impl<R: std::io::Read> Blocks<R> {
    pub fn new(input: R, delim: u8) -> Self {
        Blocks {
            input,
            carry: Vec::new(),
            eof: false,
            line: 1,
            offset: 0,
            delim,
            started: false,
            segment: SEGMENT,
        }
    }

    /// Bytes per segment (results never depend on it; tests vary it).
    pub fn set_segment(&mut self, bytes: usize) {
        self.segment = bytes.max(1);
    }

    fn block(&self) -> usize {
        self.segment.saturating_mul(SEGMENTS_PER_BLOCK)
    }

    /// Read until `carry` holds at least `want` bytes or the input ends.
    fn fill(&mut self, want: usize) -> std::io::Result<()> {
        while !self.eof && self.carry.len() < want {
            let len = self.carry.len();
            let add = (want - len).max(self.block() / 4).max(4096);
            self.carry.resize(len + add, 0);
            match self.input.read(&mut self.carry[len..]) {
                Ok(0) => {
                    self.carry.truncate(len);
                    self.eof = true;
                }
                Ok(k) => self.carry.truncate(len + k),
                Err(e) if e.kind() == std::io::ErrorKind::Interrupted => {
                    self.carry.truncate(len);
                }
                Err(e) => {
                    self.carry.truncate(len);
                    return Err(e);
                }
            }
            if self.carry.len() >= 3 {
                self.drop_bom();
            }
        }
        if self.eof {
            self.drop_bom();
        }
        Ok(())
    }

    /// Drop a byte-order mark at the very start of the input (once).
    fn drop_bom(&mut self) {
        if !self.started {
            self.started = true;
            if self.carry.starts_with(b"\xEF\xBB\xBF") {
                self.carry.drain(..3);
                self.offset += 3;
            }
        }
    }

    /// The first `count` records that are not comments or blank lines
    /// (the header), or fewer at the end of the input.
    pub fn take_records(&mut self, count: usize, out: &mut Records) -> Result<(), ReadError> {
        let mut want = self.segment;
        loop {
            self.fill(want).map_err(ReadError::Io)?;
            let (end, _) = boundaries(&self.carry, self.eof, self.delim, self.line, |_, _| {});
            out.clear();
            let (used, line) = parse(&self.carry[..end], self.delim, self.line, out, Some(count));
            // What was used is whole records: drop it when it is all
            // there is to hand out, or only comments and blank lines (so
            // only the record still being read counts against the limit);
            // records found short of `count` are parsed again next time.
            if out.len() >= count || self.eof || out.is_empty() {
                self.carry.drain(..used);
                self.offset += used as u64;
                self.line = line;
            }
            if out.len() >= count || self.eof {
                return Ok(());
            }
            if self.carry.len() > MAX_RECORD {
                return Err(ReadError::TooLong { line: self.line });
            }
            want = (self.carry.len() * 2).clamp(self.segment, MAX_RECORD + 1);
        }
    }

    /// The next block of whole records; false at the end of the input.
    pub fn next_block(&mut self, block: &mut Block) -> Result<bool, ReadError> {
        let mut want = self.block();
        let segment = self.segment;
        loop {
            self.fill(want).map_err(ReadError::Io)?;
            if self.carry.is_empty() {
                return Ok(false);
            }
            block.segments.clear();
            let line0 = self.line;
            let mut seg_start = 0usize;
            let mut seg_line = line0;
            let segments = &mut block.segments;
            // The limit holds for every record, however the reads fell.
            let (mut rec_start, mut rec_line, mut too_long) = (0usize, line0, None);
            let (end, line) = boundaries(&self.carry, self.eof, self.delim, line0, |at, next| {
                if at - rec_start > MAX_RECORD && too_long.is_none() {
                    too_long = Some(rec_line);
                }
                rec_start = at;
                rec_line = next;
                if at - seg_start >= segment {
                    segments.push(Segment {
                        start: seg_start,
                        end: at,
                        line: seg_line,
                    });
                    seg_start = at;
                    seg_line = next;
                }
            });
            if let Some(line) = too_long {
                return Err(ReadError::TooLong { line });
            }
            if end == 0 {
                // Not one whole record yet: read on (up to the limit).
                if self.eof {
                    return Ok(false);
                }
                if self.carry.len() > MAX_RECORD {
                    return Err(ReadError::TooLong { line: self.line });
                }
                // Grow to one byte past the limit at most, so every record
                // longer than the limit is refused wherever it lies.
                want = (self.carry.len() * 2).min(MAX_RECORD + 1);
                continue;
            }
            if end > seg_start {
                block.segments.push(Segment {
                    start: seg_start,
                    end,
                    line: seg_line,
                });
            }
            // A read may bring more than a block: hand out one block's
            // segments and keep the rest for the next call.
            let (end, line) = if block.segments.len() > SEGMENTS_PER_BLOCK {
                let next = block.segments[SEGMENTS_PER_BLOCK];
                block.segments.truncate(SEGMENTS_PER_BLOCK);
                (next.start, next.line)
            } else {
                (end, line)
            };
            // Hand out carry[..end] without copying it: swap buffers and
            // carry the incomplete tail over.
            block.data.clear();
            block.data.extend_from_slice(&self.carry[end..]);
            std::mem::swap(&mut block.data, &mut self.carry);
            block.data.truncate(end);
            self.offset += end as u64;
            self.line = line;
            block.end_offset = self.offset;
            return Ok(true);
        }
    }

    /// Input bytes handed out so far.
    pub fn offset(&self) -> u64 {
        self.offset
    }

    /// Next records (at least one block's worth) into `out`; 0 at the end.
    pub fn next_records(
        &mut self,
        block: &mut Block,
        out: &mut Records,
    ) -> Result<usize, ReadError> {
        out.clear();
        // A block may hold only comments and blank lines: read on.
        while out.is_empty() {
            if !self.next_block(block)? {
                return Ok(0);
            }
            for s in &block.segments {
                parse(&block.data[s.start..s.end], self.delim, s.line, out, None);
            }
        }
        Ok(out.len())
    }
}

#[cfg(test)]
mod tests {
    use super::*;

    fn all(data: &[u8]) -> Vec<(u64, Vec<String>, Option<Fault>)> {
        let mut r = Records::default();
        parse(data, b',', 1, &mut r, None);
        r.iter()
            .map(|x| {
                (
                    x.line(),
                    x.iter()
                        .map(|f| String::from_utf8_lossy(f).into_owned())
                        .collect(),
                    x.fault(),
                )
            })
            .collect()
    }

    #[test]
    fn line_numbers_count_every_kind_of_break() {
        let v = all(b"a,b\r\n# c\r\n\r\nd,e\r\nf,g\r\n");
        assert_eq!(v.iter().map(|x| x.0).collect::<Vec<_>>(), vec![1, 4, 5]);
        let v = all(b"# c\ra,b\rc,d\r");
        assert_eq!(v.iter().map(|x| x.0).collect::<Vec<_>>(), vec![2, 3]);
        let v = all(b"a,\"x\ny\"\n  \n\t\nb,c");
        assert_eq!(v[0].1, vec!["a", "x\ny"]);
        assert_eq!(v[1].0, 5);
    }

    #[test]
    fn quotes_only_at_field_start() {
        let v = all(b"W 12\" x,\"a,\"\"b\"\"\"\n");
        assert_eq!(v[0].1, vec!["W 12\" x", "a,\"b\""]);
        let v = all(b"\"open,never closed\nx,y\n");
        assert_eq!(v.len(), 1);
        assert_eq!(v[0].2, Some(Fault::UnclosedQuote));
    }
}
● ● ● ●
Exactly how many lines in the listing above hold the string "ReadError"? State the number by itself.

8